XMR is the only coin that I know of which can technically be profitable by CPU mining. Actually, it can really be only mined by CPU. But unless you have a really high core count CPU with very high AES performance it's probably not worth it.


----------



## PaulieG (May 24, 2021)

Vya Domus said:


> XMR is the only coin that I know of which can technically be profitable by CPU mining. Actually, it can really be only mined by CPU. But unless you have a really high core count CPU with very high AES performance it's probably not worth it.


Currently have 3 i9 10850k's and a 5950x with another 5950x coming in 2 weeks. Would that suffice?


----------



## xkm1948 (May 24, 2021)

bitcointalk.org would be a good place to start your research. Go to the altcoin mining sub directory. Glancing over the first page shows someone also asked similar question. Look up "LuxCoin or Verus"


----------



## lexluthermiester (May 24, 2021)

PaulieG said:


> Is there anything out there that is CPU only and profitable after electricity costs?





Vya Domus said:


> XMR is the only coin that I know of which can technically be profitable by CPU mining. Actually, it can really be only mined by CPU. But unless you have a really high core count CPU with very high AES performance it's probably not worth it.


This. I'm fairly certain this is what GerKNG was giving his answer to.


xkm1948 said:


> bitcointalk.org would be a good place to start your research. Go to the altcoin mining sub directory. Glancing over the first page shows someone also asked similar question. Look up "LuxCoin or Verus"


This also.


----------



## GerKNG (May 24, 2021)

PaulieG said:


> I asked multiple questions here. This is pretty much a worthless answer.


i literally just answered all of them.

Edit:
Thanks for deleting my comment and flagging this here for no reason at all.


----------



## dark2099 (May 24, 2021)

@PaulieG To answer your question about CPU mining, not worth it. Each of those chips likely will pull ~130w, maybe more, but that's what my 5900x reads out in HWINFO when I've tried CPU mining, and will earn you probably maybe a quarter of GPU pulling the same power.


----------



## PaulieG (May 24, 2021)

So, what about Helium mining? Anyone familiar with helium and helium miner rigs?


----------



## R-T-B (May 24, 2021)

I'm afraid I've never heard of helium.  I'll read about it later today and give you my "years late hot take"


----------



## Toothless (May 24, 2021)

What if it was server chips to mine on cpu? I would think a 2680v2 could be profitable at 100w full load.


----------



## dark2099 (May 24, 2021)

Toothless said:


> What if it was server chips to mine on cpu? I would think a 2680v2 could be profitable at 100w full load.

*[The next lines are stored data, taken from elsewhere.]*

//! The built-in ribbon libraries are the characterisation of the demo kit.
//!
//! The check: characterise `libraries/devices/demo/demo.json` afresh (its
//! conductance tables, through `ribbonmap::device`) and require the texts
//! embedded in the binary as the built-in `ribbon3`, `ribbon3-nomaj` and
//! `ribbon2` to equal the result, text for text. When the characterisation
//! or the kit changes on purpose, run `cargo run --example
//! builtin_libraries` to regenerate the files (and rebuild).
//!
//! The cell sets, units, areas and device counts are checked against
//! ribbon3's previous hand-typed numbers, kept in `tests/data/libraries/`.

use ribbonmap::device::demo_builtins::derived_builtin_texts;
use ribbonmap::library::{builtin_text, Cell, Library};
use std::path::Path;

fn root() -> &'static Path {
    Path::new(env!("CARGO_MANIFEST_DIR"))
}

/// Which cells of ribbon3 a library keeps.
type Keep = fn(&Cell) -> bool;

/// ribbon3 as it was typed in by hand, before it became the demo kit's
/// characterisation.
fn previous() -> Library {
    let path = root().join("tests/data/libraries/ribbon3-illustrative.json");
    Library::load(&path).unwrap_or_else(|e| panic!("{}: {e}", path.display()))
}

/// The built-in library `name` (derived from the demo kit).
fn derived(name: &str) -> Library {
    Library::builtin(name).unwrap_or_else(|| panic!("{name} is built in"))
}

#[test]
fn embedded_builtins_equal_a_fresh_characterisation_of_the_demo_kit() {
    let texts = derived_builtin_texts(root()).expect("the demo kit characterises");
    let names: Vec<_> = texts.iter().map(|(n, _)| *n).collect();
    assert_eq!(names, ["ribbon3", "ribbon3-nomaj", "ribbon2"]);
    for (name, text) in texts {
        let embedded = builtin_text(name).unwrap_or_else(|| panic!("{name} is built in"));
        assert!(
            embedded == text,
            "the built-in {name} differs from the characterisation of the demo kit; \
             regenerate with `cargo run --example builtin_libraries`"
        );
        let lib = derived(name);
        assert_eq!(lib.name, name, "the built-in keeps its name");
        assert!(
            lib.description.contains("INVENTED demo kit"),
            "{name}: the description says where the numbers come from"
        );
    }
}

#[test]
fn derived_libraries_keep_the_previous_cell_names_and_units() {
    // The earlier ribbon3-nomaj was ribbon3 without maj3 and minority3, the
    // earlier ribbon2 its cells of at most two inputs (libraries/README.md).
    let before = previous();
    let rules: [(&str, Keep); 3] = [
        ("ribbon3", |_| true),
        ("ribbon3-nomaj", |c| {
            !matches!(c.name.as_str(), "maj3" | "minority3")
        }),
        ("ribbon2", |c| c.arity() <= 2),
    ];
    for (name, keep) in rules {
        let now = derived(name);
        let kept: Vec<&Cell> = before.cells.iter().filter(|c| keep(c)).collect();
        let names = |cells: &[&Cell]| cells.iter().map(|c| c.name.clone()).collect::<Vec<_>>();
        let now_cells: Vec<&Cell> = now.cells.iter().collect();
        assert_eq!(names(&now_cells), names(&kept), "{name}: cell names");
        assert_eq!(now.units, before.units, "{name}: units");
        assert_eq!(now.storage, before.storage, "{name}: storage cells");
        assert_eq!(now.supply_v, before.supply_v, "{name}: supply");
        for (a, b) in now.cells.iter().zip(&kept) {
            assert_eq!(
                (a.truth, &a.inputs, a.area, a.devices),
                (b.truth, &b.inputs, b.area, b.devices),
                "{name}/{}",
                a.name
            );
        }
    }
}

#[test]
fn subsets_carry_the_same_cells_as_ribbon3() {
    let full = derived("ribbon3");
    for name in ["ribbon3-nomaj", "ribbon2"] {
        let sub = derived(name);
        for cell in &sub.cells {
            assert_eq!(Some(cell), full.cell(&cell.name), "{name}/{}", cell.name);
        }
    }
    let two = derived("ribbon2");
    let small: Vec<_> = full.cells.iter().filter(|c| c.arity() <= 2).collect();
    assert_eq!(small.len(), two.cells.len());
}
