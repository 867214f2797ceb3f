//! Netlist formats on the command line: AIGER output of `generate` and
//! `map` read back everywhere, the library a mapped netlist's header
//! records, the constant nets of written BLIF, and `--max-nets`.
//!
//! Outside checks: the 8-bit adder is compared by `equiv` (a proof) with
//! the same circuit in BLIF; the bound's reproducer (a doubling hierarchy,
//! 2^10 leaves against a bound of 1000) is sized by integer arithmetic.

use assert_cmd::Command;
use std::path::Path;

fn run(dir: &Path, args: &[&str]) -> std::process::Output {
    Command::cargo_bin("ribbonmap")
        .unwrap()
        .env("RIBBONMAP_CACHE_DIR", dir.join("cache"))
        .current_dir(dir)
        .args(args)
        .output()
        .unwrap()
}

fn ok(out: &std::process::Output) -> String {
    assert!(
        out.status.success(),
        "exit {:?}: {}",
        out.status.code(),
        String::from_utf8_lossy(&out.stderr)
    );
    String::from_utf8_lossy(&out.stdout).into_owned()
}

#[test]
fn generated_aiger_reads_back_equal_in_both_encodings() {
    let dir = tempfile::tempdir().unwrap();
    let d = dir.path();
    ok(&run(
        d,
        &["generate", "adder", "--width", "8", "-o", "a.blif"],
    ));
    for file in ["a.aag", "a.aig"] {
        ok(&run(d, &["generate", "adder", "--width", "8", "-o", file]));
        let out = run(d, &["equiv", "a.blif", file]);
        assert_eq!(
            out.status.code(),
            Some(0),
            "{}",
            String::from_utf8_lossy(&out.stderr)
        );
        let summary = ok(&run(d, &["inspect", file, "--format", "json"]));
        let v: serde_json::Value = serde_json::from_str(&summary).unwrap();
        assert_eq!(v["inputs"], 16);
        assert_eq!(v["outputs"], 9);
    }
    let text = std::fs::read_to_string(d.join("a.aag")).unwrap();
    assert!(text.starts_with("aag "));
    assert!(
        text.contains("\nc\n"),
        "the description goes into the comment section"
    );
}

#[test]
fn mapped_netlists_record_their_library_and_aiger_keeps_their_logic() {
    let dir = tempfile::tempdir().unwrap();
    let d = dir.path();
    ok(&run(
        d,
        &["generate", "adder", "--width", "4", "-o", "a.blif"],
    ));
    for out in ["m.blif", "m.v", "m.aig"] {
        ok(&run(d, &["map", "a.blif", "--lib", "ribbon2", "-o", out]));
    }
    // Without --lib, the header's library is used and a note says so.
    for file in ["m.blif", "m.v"] {
        let out = run(d, &["inspect", file]);
        ok(&out);
        let err = String::from_utf8_lossy(&out.stderr);
        assert!(
            err.contains("library 'ribbon2' recorded in the header"),
            "{err}"
        );
        let out = run(d, &["equiv", "a.blif", file]);
        assert_eq!(
            out.status.code(),
            Some(0),
            "{}",
            String::from_utf8_lossy(&out.stderr)
        );
    }
    let out = run(d, &["equiv", "a.blif", "m.aig"]);
    assert_eq!(
        out.status.code(),
        Some(0),
        "{}",
        String::from_utf8_lossy(&out.stderr)
    );
}

#[test]
fn written_blif_names_constant_nets_its_own_way() {
    let dir = tempfile::tempdir().unwrap();
    let d = dir.path();
    // Outputs tied to constants, and a net already called const1.
    std::fs::write(
        d.join("c.blif"),
        ".model c\n.inputs a const1\n.outputs y z w\n.names y\n1\n.names z\n.names a const1 w\n11 1\n.end\n",
    )
    .unwrap();
    ok(&run(d, &["map", "c.blif", "-o", "m.blif"]));
    let text = std::fs::read_to_string(d.join("m.blif")).unwrap();
    assert!(!text.contains('$'), "{text}");
    assert!(text.contains(".names const1_1\n1\n"), "{text}");
    let out = run(d, &["equiv", "c.blif", "m.blif"]);
    assert_eq!(
        out.status.code(),
        Some(0),
        "{}",
        String::from_utf8_lossy(&out.stderr)
    );
}

#[test]
fn max_nets_bounds_and_raises() {
    let dir = tempfile::tempdir().unwrap();
    let d = dir.path();
    // m_k instantiates m_(k-1) twice: 2^10 leaves.
    let mut v = String::from("module m_0(a, y); input a; output y; assign y = ~a; endmodule\n");
    for k in 1..=10 {
        v.push_str(&format!(
            "module m_{k}(a, y); input a; output y; wire t; m_{} u1(a, t); m_{} u2(t, y); endmodule\n",
            k - 1,
            k - 1
        ));
    }
    std::fs::write(d.join("h.v"), v).unwrap();
    let out = run(d, &["inspect", "h.v", "--max-nets", "1000"]);
    assert_eq!(out.status.code(), Some(2));
    let err = String::from_utf8_lossy(&out.stderr);
    assert!(err.starts_with("error: h.v:"), "{err}");
    assert!(
        err.contains("module 'm_") && err.contains("limit of 1000"),
        "{err}"
    );
    assert_eq!(err.lines().count(), 1);
    ok(&run(d, &["inspect", "h.v"]));
    let out = run(d, &["inspect", "h.v", "--max-nets", "0"]);
    assert_eq!(out.status.code(), Some(2));
}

Possibly better, but would need a crazy high core count for Intel. From what I've seen trying CPU mining on both AMD and Intel, AMD will use all the logical threads, Intel only physical cores, and when you set to run all logical threads on Intel, would reduce profits.


----------



## lexluthermiester (May 24, 2021)

PaulieG said:


> So, what about Helium mining? Anyone familiar with helium and helium miner rigs?


Are we talking about actual Helium, as in the element He? Or is this a new cryptocoin?


----------



## dark2099 (May 24, 2021)

lexluthermiester said:


> Are we talking about actual Helium, as in the element He? Or is this a new cryptocoin?


https://www.helium.com/mine


----------



## lexluthermiester (May 24, 2021)

dark2099 said:


> https://www.helium.com/mine


That's just crazy enough to be interesting...


----------



## Toothless (May 24, 2021)

dark2099 said:


> Possibly better, but would need a crazy high core count for Intel. From what I've seen trying CPU mining on both AMD and Intel, AMD will use all the logical threads, Intel only physical cores, and when you set to run all logical threads on Intel, would reduce profits.


Well. That would be 20 cores to sit on. Probably not worth it in the end.


----------



## PaulieG (May 24, 2021)

lexluthermiester said:


> That's just crazy enough to be interesting...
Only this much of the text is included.